View Full Version : Another ship design
Breandan
05-17-2006, 11:14 PM
Been working on this one off and on for months, and finally scrapped the old design this afternoon and started over from scratch. This is the result (http://ciarraide.org/images/artwork/NAU_battleship_michigan.jpg). It's in scale with the cruiser design (http://ciarraide.org/images/artwork/NAU_cruiser_concept2.jpg) I did.
Dawn White
05-18-2006, 10:02 PM
So where we going in these things? And who's driving? :)
Breandan
05-18-2006, 10:52 PM
well, in the books (http://ciarraide.org/images/artwork/TCOH_sample_web.html) they both get a decent speed, about 120 C/hour, but because they have short tachyon-venting aelerons, they have to spend an hour in normal space venting T-radiation for every six hours in hyperspace. However, since they won't be built for another, oh, 270 years or so, we got some wait time ;)
Nulien
05-19-2006, 12:13 AM
I'll drive! I promise I won't (not) crash it into a planet! :D
Breandan
05-19-2006, 02:16 AM
Could be worse, the NAU ships are relatively small by comparison (http://ciarraide.org/images/artwork/Alliance_ship_comparison.jpg) :D
B_Delacroix
06-06-2006, 10:26 AM
I am partial to the ATC designs. Not because of their size, but because of the asymmetrical appearance on the Z axis.
Breandan
06-06-2006, 11:25 AM
The reason the ATC ships are so big is due to the sanctuaries (http://ciarraide.org/images/artwork/ATC_destroyer_Cuaifeach3.jpg), which take up a huge ammount of the inner hull. Because the Ahruga are religiously connected to their lands, they actually take pieces of their tribes' homeworlds with them in each capitol ship. Soil, trees, water, even animals are all carried with them, as the crew are on these ships and away from home for up to a year. The large aelerons are not for aerodynamics, but for venting T-heat, a tachion*-based radiation that exists in hyperspace that builds up over time and causes molecular breakdown. This is why the ships are generally streamlined (they can go atmospheric, but use AG fields when doing so, thus making mass and surface area irrelevant), and why the bigger the ship, the bigger (or more) aelerons needed.

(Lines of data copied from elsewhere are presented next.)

package org.viscarta.cli;

import static org.junit.jupiter.api.Assertions.assertEquals;
import static org.junit.jupiter.api.Assertions.assertTrue;

import java.io.IOException;
import java.nio.charset.Charset;
import java.nio.file.Files;
import java.nio.file.Path;
import java.util.List;
import java.util.stream.Stream;
import org.junit.jupiter.api.BeforeEach;
import org.junit.jupiter.api.Tag;
import org.junit.jupiter.api.Test;
import org.junit.jupiter.api.io.TempDir;
import org.viscarta.library.ReferenceLibrary;

/** Regression: nothing in the reference library is ever lost or made unreadable by {@code library add}. */
@Tag("regression")
class LibrarySafetyTest {

    @TempDir
    Path dir;

    Path lib;
    Path gel;

    private static final String HEADER = "frequency [Hz],storage_modulus [Pa],loss_modulus [Pa]\n0.1,1000,100\n1,1200,150\n10,1500,300\n";

    @BeforeEach
    void library() throws IOException {
        lib = dir.resolve("lib");
        Files.createDirectories(lib);
        Files.writeString(lib.resolve("hand-made.csv"), "# name: Gel-A\n# class: gel\n# temperature: 23 °C\n# method: rheometer\n" + HEADER);
        Files.writeString(lib.resolve("gel-a.csv"), "# name: gel-a\n# class: gel\n# temperature: 23 °C\n# method: indentation\n" + HEADER);
        gel = dir.resolve("new.csv");
        Files.writeString(gel, "# temperature: 25 °C\n# method: rheometer\n" + HEADER.replace("1000", "2000"));
    }

    private List<String> names() {
        return ReferenceLibrary.open(lib).entries().stream().map(ReferenceLibrary.Entry::name).sorted().toList();
    }

    @Test
    void replacingAnEntryNeverWritesOverAnotherEntrysFile() throws IOException {
        String other = Files.readString(lib.resolve("gel-a.csv"));
        CliRun r = CliRun.of("library", "add", gel.toString(), "--name", "Gel-A", "--class", "gel", "--replace", "--library", lib.toString());
        assertEquals(0, r.exitCode(), r.err());
        assertEquals(other, Files.readString(lib.resolve("gel-a.csv")), "the entry 'gel-a' is untouched");
        assertEquals(List.of("Gel-A", "gel-a"), names());
        assertTrue(Files.readString(lib.resolve("hand-made.csv")).contains("2000"), "Gel-A replaced in its own file");
        try (Stream<Path> s = Files.list(lib.resolve(".removed"))) {
            assertEquals(1, s.count(), "the old Gel-A is kept in .removed/");
        }
    }

    @Test
    void aBlockedFileNameNeverCostsTheEntryBeingReplaced() throws IOException {
        // the file name the new name would slug to is blocked by a folder: Gel-A must survive whatever happens
        Files.delete(lib.resolve("gel-a.csv"));
        Files.createDirectories(lib.resolve("gel-a.csv"));
        CliRun r = CliRun.of("library", "add", gel.toString(), "--name", "Gel-A", "--class", "gel", "--replace", "--library", lib.toString());
        assertEquals(List.of("Gel-A"), names(), r.err());
        assertEquals(r.exitCode() == 0, Files.readString(lib.resolve("hand-made.csv")).contains("2000"), r.err());
    }

    @Test
    void aReplaceThatCannotRetireTheOldVersionRollsBack() throws IOException {
        String old = Files.readString(lib.resolve("hand-made.csv"));
        Files.writeString(lib.resolve(".removed"), "not a folder");
        CliRun r = CliRun.of("library", "add", gel.toString(), "--name", "Gel-A", "--class", "gel", "--replace", "--library", lib.toString());
        assertTrue(r.exitCode() != 0, "the replace cannot keep the old version, so it must not happen: " + r.out());
        assertEquals(old, Files.readString(lib.resolve("hand-made.csv")));
        assertEquals(List.of("Gel-A", "gel-a"), names());
    }

    @Test
    void metadataThatWouldBreakTheEntryIsRefusedAndTheLibraryStaysReadable() {
        for (String[] opt : List.of(new String[] {"--name", "gel-x; class: tissue"}, new String[] {"--name", "gel\rx"},
                new String[] {"--notes", "x; name: gelatin-8pct"}, new String[] {"--composition", "a\nb"})) {
            List<String> args = new java.util.ArrayList<>(List.of("library", "add", gel.toString(), "--class", "gel",
                    "--library", lib.toString()));
            if (!opt[0].equals("--name")) {
                args.addAll(List.of("--name", "gel-y"));
            }
            args.addAll(List.of(opt));
            CliRun r = CliRun.of(args.toArray(new String[0]));
            assertEquals(2, r.exitCode(), opt[0] + " " + opt[1] + ": " + r.out() + r.err());
            assertTrue(r.err().contains(opt[0]), r.err());
        }
        assertEquals(List.of("Gel-A", "gel-a"), names());
        assertEquals(0, CliRun.of("library", "check", "--library", lib.toString()).exitCode());
    }

    @Test
    void aNameStartingWithADotGivesAVisibleEntry() {
        for (String name : List.of(".hidden", "..")) {
            CliRun r = CliRun.of("library", "add", gel.toString(), "--name", name, "--class", "gel", "--library", lib.toString());
            assertEquals(0, r.exitCode(), r.err());
        }
        assertEquals(List.of("..", ".hidden", "Gel-A", "gel-a"), names());
        CliRun list = CliRun.of("library", "list", "--library", lib.toString());
        assertTrue(list.out().contains(".hidden") && list.out().contains(".."), list.out());
    }

    @Test
    void aWindows1252EntryCanBeReplacedAndRemoved() throws IOException {
        Files.write(lib.resolve("hand-made.csv"), ("# name: Gel-A\n# class: gel\n# temperature: 23 °C\n# method: rheometer\n"
                + "# notes: Müller's gel\n" + HEADER).getBytes(Charset.forName("windows-1252")));
        assertEquals(List.of("Gel-A", "gel-a"), names());
        CliRun replace = CliRun.of("library", "add", gel.toString(), "--name", "Gel-A", "--class", "gel", "--replace",
                "--library", lib.toString());
        assertEquals(0, replace.exitCode(), replace.err());
        CliRun remove = CliRun.of("library", "remove", "Gel-A", "--library", lib.toString());
        assertEquals(0, remove.exitCode(), remove.err());
        assertEquals(List.of("gel-a"), names());
    }

    @Test
    void libraryAddTakesTheReadingOptionsAndNeverWritesAnUnstatedBasisAsAFact() throws IOException {
        Path export = dir.resolve("export.csv");
        Files.writeString(export, "# temperature: 25 °C\n# method: rheometer\nfreq_hz,stor_pa,loss_pa\n0.1,1000,100\n1,1200,150\n");
        CliRun refused = CliRun.of("library", "add", export.toString(), "--name", "E1", "--class", "gel", "--library", lib.toString());
        assertEquals(2, refused.exitCode(), refused.err());
        assertTrue(refused.err().contains("--column \"stor_pa=storage_modulus [Pa]\""), "the message names the fix: " + refused.err());
        CliRun mapped = CliRun.of("library", "add", export.toString(), "--name", "E1", "--class", "gel", "--library", lib.toString(),
                "--column", "freq_hz=frequency [Hz]", "--column", "stor_pa=storage_modulus [Pa]", "--column", "loss_pa=loss_modulus [Pa]");
        assertEquals(0, mapped.exitCode(), mapped.err());
        assertTrue(mapped.err().contains("without a basis"), mapped.err());
        Path entry = lib.resolve("e1.csv");
        assertTrue(!Files.readString(entry).contains("# modulus:"), "no basis written as a fact: " + Files.readString(entry));
        CliRun shear = CliRun.of("library", "add", export.toString(), "--name", "E2", "--class", "gel", "--library", lib.toString(),
                "--modulus", "shear", "--column", "freq_hz=frequency [Hz]", "--column", "stor_pa=storage_modulus [Pa]",
                "--column", "loss_pa=loss_modulus [Pa]");
        assertEquals(0, shear.exitCode(), shear.err());
        assertTrue(Files.readString(lib.resolve("e2.csv")).contains("# modulus: shear"), "a stated basis is kept");
    }
}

*the actual theoretical tachion that is a four-momentum particle similar to a quark that exists in the superluminal velocity environment created by the spacial-temporal compression of hyperspace, not the mystical and ambiguous can-do-anything-amazing-with-time-like-going-backwards-in-time-to-save-whales-and-stop-borg tachion so prevalent in Star Trek and similar
wiccalight
06-06-2006, 08:15 PM
nicely thought out Breandan, the bridge on those ships are huge. how many men work on that or are they just claustrophobic?
Breandan
06-07-2006, 12:53 AM
The ATC ships's bridges are where ALL of the operations are done (hence why it is at the very core of the ship)- gunners, communications, flight-ops, command deck, ship's AI core, etc. About 50 to 250 people, depending on the class of ship. The Cuaifeach-class has 120 people in tiered cockpit-seats radiating outward and downward from the command chair where the captain of the ship sits surrounded by holoscreens suspended in mid-air with readouts or images of the external environment. The critical command-linked systems like gunnery, comms, etc. are in the first tier, right around the command chair. The secondary ones like damage control, flight ops, etc. are one row out and one level below the first tier, etc. Each crewman in those seats is an armed and armoured Ahrugan warrior, and there are elite warriors around the command chair, which has its own shield, so taking the command deck ain't easy. If you do, the ship blows, so you're buggered anyway :)
Tathaur
06-18-2006, 02:31 PM
I like your NAU ships - They remind me a lot of Nexus - The Jupiter Incident's human ships (Example battleship) (http://images.hugi.is/blog/85327.jpg).
I really like how they look plausible - That is actually what space warships might look like.
I love the ATC ships as well. All these ships are very well thought out.
As for them looking like actual space battleships in the future I doubt it. Not because they aren't possible, but in my mind I compare it to drawings of "flying-machines" that old greek scientists and other societies drew with our modern planes.